Just heard that his buddy, the Polish PM Duda has Covid

#21 AM in MN on 10.24.20 at 3:32 pm

From yesterday…

News reports indicate the Minneapolis police department budget was cut by $1.5 million, or 1%. Exaggerate much? – Garth

—————————————————–

The spending hasn’t been reduced, but there are a couple of interesting lawsuits going on right now to force the city to maintain police levels as per their charter.

So many have taken injury/sick/stress leave, and many working off their built up vacation and sick time as they start retirement, that the actual number of police hours spent on the street patrolling or answering calls (like when you call 911 because you just got car-jacked) is down about 40% from a year ago, which was in line with their obligations.

It’s like two different worlds if you travel 5 miles, out of the city boundary to one of the dozens of suburban towns with their own police forces.

The city of 400,000 people is now looking for a $500M bailout from the less disfunctional parts of the state or country to bail them out and help rebuild from the rubble. Get used to the “new normal”. One day the money printing party ends, then the real action starts.

#22 Pandemic my derriere on 10.24.20 at 4:06 pm

More Covid19 porn….I am puking and feel sorry for the cretinous human race

#23 Ryan Lewenza on 10.24.20 at 4:10 pm

Joe “Hi. Is this recovery for the top 10% or for everyone? For example the top 10% never experienced a recession. They’re purchasing homes, stocks and more.
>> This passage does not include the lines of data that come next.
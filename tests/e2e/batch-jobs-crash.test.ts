import { mkdtempSync, rmSync } from 'node:fs';
import { tmpdir } from 'node:os';
import path from 'node:path';
import { PGlite } from '@electric-sql/pglite';
import { afterAll, describe, expect, it } from 'vitest';
import { alderRowCornerUnit, alderRowTownhouse, quaysideCorridor } from '../../shared/schemas/estimate-examples.js';
import { requestToRow, stairRowColumns } from '../../shared/schemas/stair-row.js';
import { writeCsv } from '../../shared/tables/csv.js';
import { startServerProcess, type ServerProcess } from './server-process.js';

const dataDir = mkdtempSync(path.join(tmpdir(), 'treadwise-batch-crash-'));
afterAll(() => rmSync(dataDir, { recursive: true, force: true }));

const ROWS = 2000;
const designs = [alderRowTownhouse, alderRowCornerUnit, quaysideCorridor, { layout: 'tread-strips' }];
const stairs = Array.from({ length: ROWS }, (_, i) => ({ ref: `Plot ${i + 1}`, request: designs[i % designs.length]! }));
const columns = stairRowColumns(stairs.map((s) => s.request));
const csv = writeCsv([columns, ...stairs.map((s) => columns.map((c) => requestToRow(s.request, s.ref)[c]))]);

const sleep = (ms: number) => new Promise((r) => setTimeout(r, ms));

async function job(server: ServerProcess, key: string, id: string) {
  const res = await fetch(`${server.url}/v1/batches/${id}`, { headers: { authorization: `Bearer ${key}` } });
  expect(res.status).toBe(200);
  return (await res.json()) as { status: string; rows: { total: number; done: number; ok: number; failed: number } };
}

async function resultLines(server: ServerProcess, key: string, id: string): Promise<{ index: number; status: string }[]> {
  const res = await fetch(`${server.url}/v1/batches/${id}/results`, { headers: { authorization: `Bearer ${key}` } });
  const text = await res.text();
  return text
    .split('\n')
    .filter((l) => l !== '')
    .map((l) => JSON.parse(l));
}

describe('a batch job across a crash', () => {
  it('resumes after SIGKILL on the same DATA_DIR and answers every row exactly once', async () => {
    const first = await startServerProcess({ DATA_DIR: dataDir });
    const key = /harbor-lane\s+server\s+(tw_server_\S+)/.exec(first.stdout())![1];
    const form = new FormData();
    form.append('name', 'Crash test');
    form.append('file', new Blob([csv], { type: 'text/csv' }), 'plots.csv');
    const created = await fetch(`${first.url}/v1/batches`, { method: 'POST', headers: { authorization: `Bearer ${key}` }, body: form });
    expect(created.status).toBe(202);
    const { id } = (await created.json()) as { id: string };

    // Kill it mid-job: some rows answered, not all.
    let before = await job(first, key, id);
    while (before.rows.done < 200) {
      await sleep(20);
      before = await job(first, key, id);
    }
    const answeredBefore = await resultLines(first, key, id);
    expect(await first.kill('SIGKILL')).toBe('SIGKILL');
    expect(before.rows.done).toBeLessThan(ROWS);
    const second = await startServerProcess({ DATA_DIR: dataDir });
    let after = await job(second, key, id);
    while (after.status === 'queued' || after.status === 'running') {
      await sleep(100);
      after = await job(second, key, id);
    }
    expect(after.status).toBe('succeeded');
    expect(after.rows).toMatchObject({ total: ROWS, done: ROWS });
    expect(after.rows.ok + after.rows.failed).toBe(ROWS);
    expect(after.rows.failed).toBe(ROWS / designs.length); // every fourth design misses its blocks

    const lines = await resultLines(second, key, id);
    expect(lines.map((l) => l.index)).toEqual(stairs.map((_, i) => i));
    // Rows answered before the crash kept their answers.
    expect(lines.slice(0, answeredBefore.length)).toEqual(answeredBefore);
    expect(await second.stop()).toBe(0);

    // The stored rows: one per index, each answered once, counters equal to the rows.
    const db = new PGlite(path.join(dataDir, 'pglite'));
    try {
      const { rows } = await db.query<{ rows: number; distinct: number; answered: number; ok: number; done: number; rows_ok: number; rows_total: number }>(
        `select count(*)::int as rows, count(distinct r.idx)::int as distinct, count(r.answer)::int as answered,
                count(*) filter (where r.status = 'ok')::int as ok, j.rows_done as done, j.rows_ok, j.rows_total
           from batch_job_rows r join batch_jobs j on j.id = r.job_id where j.id = $1 group by j.id`,
        [id],
      );
      expect(rows[0]).toEqual({ rows: ROWS, distinct: ROWS, answered: ROWS, ok: after.rows.ok, done: ROWS, rows_ok: after.rows.ok, rows_total: ROWS });
    } finally {
      await db.close();
    }
  });
});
Working remotely etc. Do we need a “K” style chart? Second question is how will the trillions upon trillions of printing press money impact this potential recovery?”

The recovery speaks to the overall economy, but I agree this recovery has been uneven with lower income households being disproportionately hurt by the pandemic, hence the new ‘k shaped’ term. I believe the recovery will be fueled by all the deficits and debt, but one day all the debt will come back to bite us. I think we can kick the debt can down the road for a while (5-10 years) but one day there will be a day of reckoning for all this accumulated debt. – Ryan L

#24 Capt. Serious on 10.24.20 at 4:17 pm

US large caps have been on a tear the past 10 years. I would be hugely surprised if they have another amazing 10 year run. Something in between the 2000s (terrible) and the last 10 years would be a nice outcome. It’s all on earnings growth to keep propelling this market because we’ve had just about as much tailwind as we’ll ever get from falling interest rates and multiple expansion.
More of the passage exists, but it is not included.